Bullying is the suspected cause of at least four Texas students who have taken their own lives since the 2009 legislative session.
“We need the Legislature to enact a bill this session,” Deborah Lance said. “If we have to wait for the next session, that’s two more years and eight more children’s deaths at the least. These children are dependent on us. Let’s not fail them the way the schools are failing them.”
A bill proposed by Sen. Wendy Davis, D-Fort Worth, would change the state’s current practice of sending a bullying victim to another school, moving the aggressor elsewhere instead. The legislation also requires school officials to be trained to identify bullying signs and learn effective response methods.
“It’s incumbent upon all of us,” Davis said. “If we see something happening where young people in alarming numbers are taking their own lives, then we must get involved.”
Barbara Paris, a principal in Round Rock ISD testified that many educators feel like they’ve been left empty-handed when it comes to methods of effectively dealing with bullying.
“I felt like I had no backbone at my disposal to deal with cyber bullying,” said Paris, who’s been an educator for more than 30 years. “Kids won’t speak up because they’re afraid nothing will happen when they report bullying. The only way we can change that is if we have a law that backs us.”
The anti-bullying bills before the Senate committee expand the definition of bullying to specifically address electronic methods such as texting and Facebook posts.
“In this day and age, bullying is 24/7,” said Anne Wynne, co-chair of Equality Texas and chair of Atticus Circle. “If somebody does something from home that affects a child’s ability to be safe, our school districts and schools need to be able to address that.”
Manuel Quinto Pozos, staff attorney at the American Civil Liberties Union of Texas, cited Supreme Court rulings regarding off-campus speech in expressing concern that Davis’ bill would infringe on First Amendment rights of free speech away from school.
“We’re not asking educators to reach outside the classroom and into homes,” Davis responded. “The Internet is creating a whole new dynamic that requires a new solution. If we hide too carefully behind protections of the First Amendment, we’re missing an opportunity to intervene in a way that can save a child’s life.”

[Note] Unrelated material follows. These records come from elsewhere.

package formula

import (
	"encoding/json"
	"math"
	"reflect"
	"testing"

	"quoin/calc/expr"
	"quoin/calc/quantity"
)

func TestNormal(t *testing.T) {
	for in, want := range map[string]string{
		"V": "V", "ω": "omega", "Ω_0": "Omega_0", "Δu": "Deltau", "ϕ": "phi", "ς": "sigma", "µ": "mu", "\u2126": "Omega", "Ψ": "Psi", "V₁": "V1", "Ｖ": "V", "ℎ": "h", "φ.Τ": "phi.Tau", "Länge": "Länge", "e\u0301": "é",
	} {
		if got := Normal(in); got != want {
			t.Errorf("%q is %q, want %q", in, got, want)
		}
		if again := Normal(Normal(in)); again != want {
			t.Errorf("%q: the normal form %q is %q again", in, want, again)
		}
	}
}

func TestValidName(t *testing.T) {
	for name, want := range map[string]bool{
		"V": true, "h_n": true, "ω": true, "ω_1": true, "V₁": true, "T2": true, "Länge": true, "a_": true,
		"": false, "_a": false, "2x": false, "x²": false, "xⁿ": false, "а": false, "m.T": false, "a b": false, "a-b": false, "漢": false, "ά": false, "\xff": false, "²": false, "₁a": false,
	} {
		if got := ValidName(name); got != want {
			t.Errorf("%q: %v, want %v", name, got, want)
		}
	}
}

func TestReserved(t *testing.T) {
	for _, name := range []string{"abs", "sqrt", "exp", "log", "log10", "sin", "cos", "tan", "asin", "acos", "atan", "sum", "max", "min", "floor", "ceil", "round", "cumsum", "len", "num", "if", "interp", "pi", "as", "within", "and", "or", "not"} {
		if !Reserved(name) {
			t.Errorf("%s is not reserved", name)
		}
	}
	for _, name := range []string{"V", "check", "m", "kN", "Max", ""} {
		if Reserved(name) {
			t.Errorf("%s is reserved", name)
		}
	}
	if !Reserved(Normal("π")) {
		t.Error("π can be set")
	}
}

func TestLineName(t *testing.T) {
	for line, want := range map[string]string{
		"V = 3 kN": "V", "  ω_1=2 # a = b": "omega_1", "V = foo @": "V", "check a == b": "", "check = 3": "check", "y == 3": "", "y <= 3": "", "": "", "# V = 3": "", "max = 3": "", "m.T = 3": "", "a b = 3": "", "V": "", "= 3": "",
	} {
		if got := LineName(line); got != want {
			t.Errorf("%q sets %q, want %q", line, got, want)
		}
	}
}

func TestDeps(t *testing.T) {
	text := "V * rs.PSA(m.T[1], ξ) + max(V, 2 * pi * k)"
	n, findings := ParseExpr(text, nil)
	if len(findings) > 0 {
		t.Fatal(findings)
	}
	type dep struct {
		path   string
		method bool
		text   string
	}
	var got []dep
	for _, d := range Deps(n) {
		got = append(got, dep{d.Path, d.Method, text[d.From:d.To]})
	}
	want := []dep{{"V", false, "V"}, {"rs.PSA", true, "rs.PSA(m.T[1], ξ)"}, {"m.T", false, "m.T"}, {"xi", false, "ξ"}, {"V", false, "V"}, {"k", false, "k"}}
	if !reflect.DeepEqual(got, want) {
		t.Errorf("got %v, want %v", got, want)
	}
	if Deps(nil) != nil {
		t.Error("no tree depends on nothing")
	}
}

func TestNamesAreAskedNormalised(t *testing.T) {
	var asked []string
	ParseExpr("2 m/s*g", func(name string) bool { asked = append(asked, name); return false })
	if !reflect.DeepEqual(asked, []string{"m", "s", "g"}) {
		t.Errorf("asked for %v", asked)
	}
}

// A tree can be evaluated again, in another scope, and after a round trip
// through its encoding, which keeps no trace of what is not written in it.
func TestTreesAreEvaluatedAnew(t *testing.T) {
	n, _ := ParseExpr("if(V > 100 kN, V, h_n * 1 kN / 1 m) + 2 kN", nil)
	first, findings := Evaluate(n, world{})
	if len(findings) > 0 {
		t.Fatal(findings)
	}
	ChooseDigits(n, quantity.SI, quantity.Unit{}, 4)
	data, err := json.Marshal(n)
	if err != nil {
		t.Fatal(err)
	}
	var back expr.Node
	if err := json.Unmarshal(data, &back); err != nil {
		t.Fatal(err)
	}
	if !reflect.DeepEqual(&back, n) {
		t.Error("the tree does not round-trip")
	}
	back.Walk(func(n *expr.Node) { n.Value = nil })
	again, findings := Evaluate(&back, smaller{})
	if len(findings) > 0 || again.SI[0] != 17200 {
		t.Errorf("%v, %v, want 17.2 kN", again, findings)
	}
	if branch := back.Args[0]; !reflect.DeepEqual(branch.Taken, []int{2}) || branch.Args[1].Value != nil || branch.Args[1].Digits != 0 {
		t.Errorf("the branch not taken holds %v", branch.Args[1])
	}
	if third, _ := Evaluate(&back, world{}); !reflect.DeepEqual(first, third) {
		t.Errorf("first %v, then %v", first, third)
	}
}

// smaller is the world with a V of 50 kN.
type smaller struct{ world }

func (s smaller) Value(path string) (quantity.Value, string, error) {
	if path == "V" {
		return scalar(50, "kN"), path, nil
	}
	return s.world.Value(path)
}

func TestScopeValuesAreNotTouched(t *testing.T) {
	before := append([]float64(nil), values["pm"].SI...)
	for _, text := range []string{"-pm", "if(pm > 0, sqrt(pm), pm)", "cumsum(pm)", "max(pm, 0)", "pm * 0", "pm"} {
		n, _ := ParseExpr(text, nil)
		Evaluate(n, world{})
		ChooseDigits(n, quantity.SI, quantity.Unit{}, 4)
	}
	if !reflect.DeepEqual(before, values["pm"].SI) {
		t.Errorf("pm is %v now", values["pm"].SI)
	}
}

func TestNoNumberOutOfAScopeThatHasNone(t *testing.T) {
	n, _ := ParseExpr("bad * 2", nil)
	if _, findings := Evaluate(n, infinite{}); len(findings) != 1 || findings[0].From != 0 || findings[0].To != 3 || findings[0].Code != "domain" {
		t.Errorf("%+v", findings)
	}
}

type infinite struct{ world }

func (infinite) Value(string) (quantity.Value, string, error) {
	return quantity.Pure(math.Inf(1)), "bad", nil
}

func BenchmarkLine(b *testing.B) {
	for b.Loop() {
		line, _ := ParseLine("F = F.w * F.h^k / sum(F.w * F.h^k) * V as kN # [ASCE/SEI 7-22 Eq. 12.8-12] storey forces", nil)
		Evaluate(line.Tree, world{})
		ChooseDigits(line.Tree, quantity.SI, line.As, 4)
	}
}

// TestCheckText: a check is the same however it is spaced, and its text has one form.
func TestCheckText(t *testing.T) {
	read := func(text string) Line {
		line, findings := ParseLine("check "+text, nil)
		if len(findings) > 0 {
			t.Fatalf("%s: %v", text, findings)
		}
		return line
	}
	for _, pair := range [][2]string{{"a <= 4", "a<=4"}, {"a  <=4 ", "a <= 4"}, {"a+b > c*2", "a + b>c * 2"}, {"a == b within 2 %", "a==b within 2 %"}} {
		x, y := read(pair[0]), read(pair[1])
		if Key(x.Tree) != Key(y.Tree) {
			t.Errorf("%q and %q are two checks", pair[0], pair[1])
		}
	}
	for _, pair := range [][2]string{{"a <= 4", "a < 4"}, {"a <= 4", "a <= 4.0 m"}, {"a - (b - c) < 1", "a - b - c < 1"}, {"3 kN*m < a", "3 kN * m < a"}, {"f.x < 1", "fx < 1"}} {
		if Key(read(pair[0]).Tree) == Key(read(pair[1]).Tree) {
			t.Errorf("%q and %q are one check", pair[0], pair[1])
		}
	}
	for text, want := range map[string]string{"a<=4": "a <= 4", " a   >  b": "a > b", "a==b within 2 %": "a == b within 2 %"} {
		if got := read(text).Text; got != want {
			t.Errorf("%q: text %q, want %q", text, got, want)
		}
	}
}
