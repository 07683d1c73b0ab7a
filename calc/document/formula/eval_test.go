package formula

import (
	"errors"
	"fmt"
	"strings"
	"testing"

	"quoin/calc/expr"
	"quoin/calc/quantity"
)

// world is a scope of invented values.
type world struct{}

type hinted struct{ text, hint string }

func (h hinted) Error() string { return h.text }
func (h hinted) Hint() string  { return h.hint }

func vector(unit string, labels []string, items ...float64) quantity.Value {
	u := quantity.MustUnit(unit)
	si := make([]float64, len(items))
	for i, x := range items {
		si[i] = u.To(x)
	}
	return quantity.List(si, u, labels)
}

func scalar(x float64, unit string) quantity.Value {
	u := quantity.MustUnit(unit)
	return quantity.Scalar(u.To(x), u)
}

var levels = []string{"L1", "L2", "Roof"}

var values = map[string]quantity.Value{
	"V":       scalar(120, "kN"),
	"h_n":     scalar(15.2, "m"),
	"k":       quantity.Pure(1.2),
	"n":       quantity.Pure(2),
	"neg":     quantity.Pure(-1),
	"zero":    quantity.Pure(0),
	"x_d":     scalar(1.234567, "m"),
	"mass":    scalar(20, "t"),
	"F.w":     vector("kN", levels, 300, 280, 200),
	"F.h":     vector("m", levels, 4, 7.5, 11),
	"d.drift": vector("mm", levels, 20, 31, 0),
	"q":       vector("", nil, 1, 4, 9),
	"pm":      vector("", nil, 4, -1, 9),
	"two":     vector("", nil, 1, 2),
	"other":   vector("m", []string{"a", "b", "c"}, 1, 2, 3),
	"m.T":     vector("s", nil, 0.8, 0.25, 0.14),
	"m.phi":   {SI: []float64{0.4, 0.7, 1, -0.9, 0.1, 1}, Shape: quantity.Rows, Width: 3, Labels: levels},
	"xs":      vector("s", nil, 0.1, 0.5, 1),
	"ys":      vector("g", nil, 1, 0.5, 0.2),
	"up_down": vector("", nil, 0, 2, 1),
	"none":    {Shape: quantity.Vector, SI: []float64{}},
}

func (world) Value(path string) (quantity.Value, string, error) {
	v, ok := values[path]
	if !ok {
		return v, "", hinted{path + " is not set", "set it in a formula line"}
	}
	return v, path, nil
}

func (world) Call(path string, args []quantity.Value) (quantity.Value, string, error) {
	switch {
	case path != "rs.PSA":
		return quantity.Value{}, "", errors.New(path + " is no function of a block")
	case len(args) == 0 || !args[0].Dim.Is(quantity.Time):
		return quantity.Value{}, "", errors.New("PSA is read at a period")
	}
	out := args[0]
	out.Dim, out.Unit, out.SI = quantity.Acceleration, quantity.MustUnit("g"), nil
	for _, t := range args[0].SI {
		out.SI = append(out.SI, quantity.Gravity*0.6/(1+t))
	}
	return out, "", nil
}

// shownValue is a value for the table: in its own unit or, in brackets, in SI.
func shownValue(v quantity.Value) string {
	u, mark := v.Unit, ""
	if u.Scale == 0 {
		u = quantity.SIUnit(v.Dim)
		if u.Text != "" {
			mark = " (no unit of its own)"
		}
	}
	var items []string
	for i, x := range v.SI {
		text := quantity.Plain(quantity.Rounded(u.From(x), 6))
		if v.Shape == quantity.Vector && i < len(v.Labels) {
			text = v.Labels[i] + ": " + text
		}
		items = append(items, text)
	}
	text := strings.Join(items, ", ")
	if v.Shape != quantity.Number {
		text = "[" + text + "]"
	}
	return strings.TrimSpace(text+" "+u.Text) + mark
}

func takenIn(n *expr.Node) string {
	var b strings.Builder
	n.Walk(func(n *expr.Node) {
		if n.Taken != nil {
			fmt.Fprintf(&b, "  %s takes %v\n", n.Text, n.Taken)
		}
		if n.Op == expr.Item && n.ID != "" {
			fmt.Fprintf(&b, "  id %s\n", n.ID)
		}
	})
	return b.String()
}

func TestValues(t *testing.T) {
	runTable(t, "testdata/values.txt", 100, func(input string) string {
		line, findings := ParseLine("y = "+input, nil)
		if len(findings) > 0 {
			return "unreadable\n" + told("y = "+input, findings)
		}
		v, findings := Evaluate(line.Tree, world{})
		if len(findings) > 0 {
			for i := range findings {
				findings[i].From -= len("y = ")
				findings[i].To -= len("y = ")
			}
			return told(input, findings)
		}
		if line.HasAs {
			var finding *Finding
			if v, finding = Shown(v, line); finding != nil {
				finding.From -= len("y = ")
				finding.To -= len("y = ")
				return told(input, []Finding{*finding})
			}
		}
		if !v.Finite() {
			t.Errorf("%s: not finite: %v", input, v.SI)
		}
		return "  " + shownValue(v) + "\n" + takenIn(line.Tree)
	})
}

func TestChecks(t *testing.T) {
	runTable(t, "testdata/checks.txt", 30, func(input string) string {
		line, findings := ParseLine(input, nil)
		if len(findings) > 0 {
			return "unreadable\n" + told(input, findings)
		}
		rows, relation, findings := EvaluateCheck(line.Tree, world{})
		if len(findings) > 0 {
			return told(input, findings)
		}
		var b strings.Builder
		for _, r := range rows {
			fmt.Fprintf(&b, "  %s %s %s", quantity.Plain(quantity.Rounded(r.Demand, 6)), relation, quantity.Plain(quantity.Rounded(r.Limit, 6)))
			if r.Tolerance != nil {
				fmt.Fprintf(&b, " within %s", quantity.Plain(quantity.Rounded(*r.Tolerance, 6)))
			}
			fmt.Fprintf(&b, " %s", strings.TrimPrefix(r.Dim.Name(), "a "))
			if r.Index > 0 {
				fmt.Fprintf(&b, ", item %d %s", r.Index, r.Item)
			}
			ratio := "null"
			if r.Ratio != nil {
				ratio = quantity.Plain(quantity.Rounded(*r.Ratio, 6))
			}
			fmt.Fprintf(&b, ": ratio %s, ok %v\n", ratio, r.OK)
		}
		return b.String()
	})
}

Amy and David Truong said their son, Asher Brown, was driven to suicide at age 13 because he was harassed mercilessly in his school. Amy Truong said she had called school officials nearly 30 times to tell them her son was being picked on because of his size and clothing. She said administrators said they were aware of the situation and had it under control.
Amy Truong came home in September of 2010 to find that her son had shot himself.
“Children should not be dying,” she said. “The schools and teachers need tools to be able to reach children in crisis, and that includes the bullies because obviously these children need help as well.”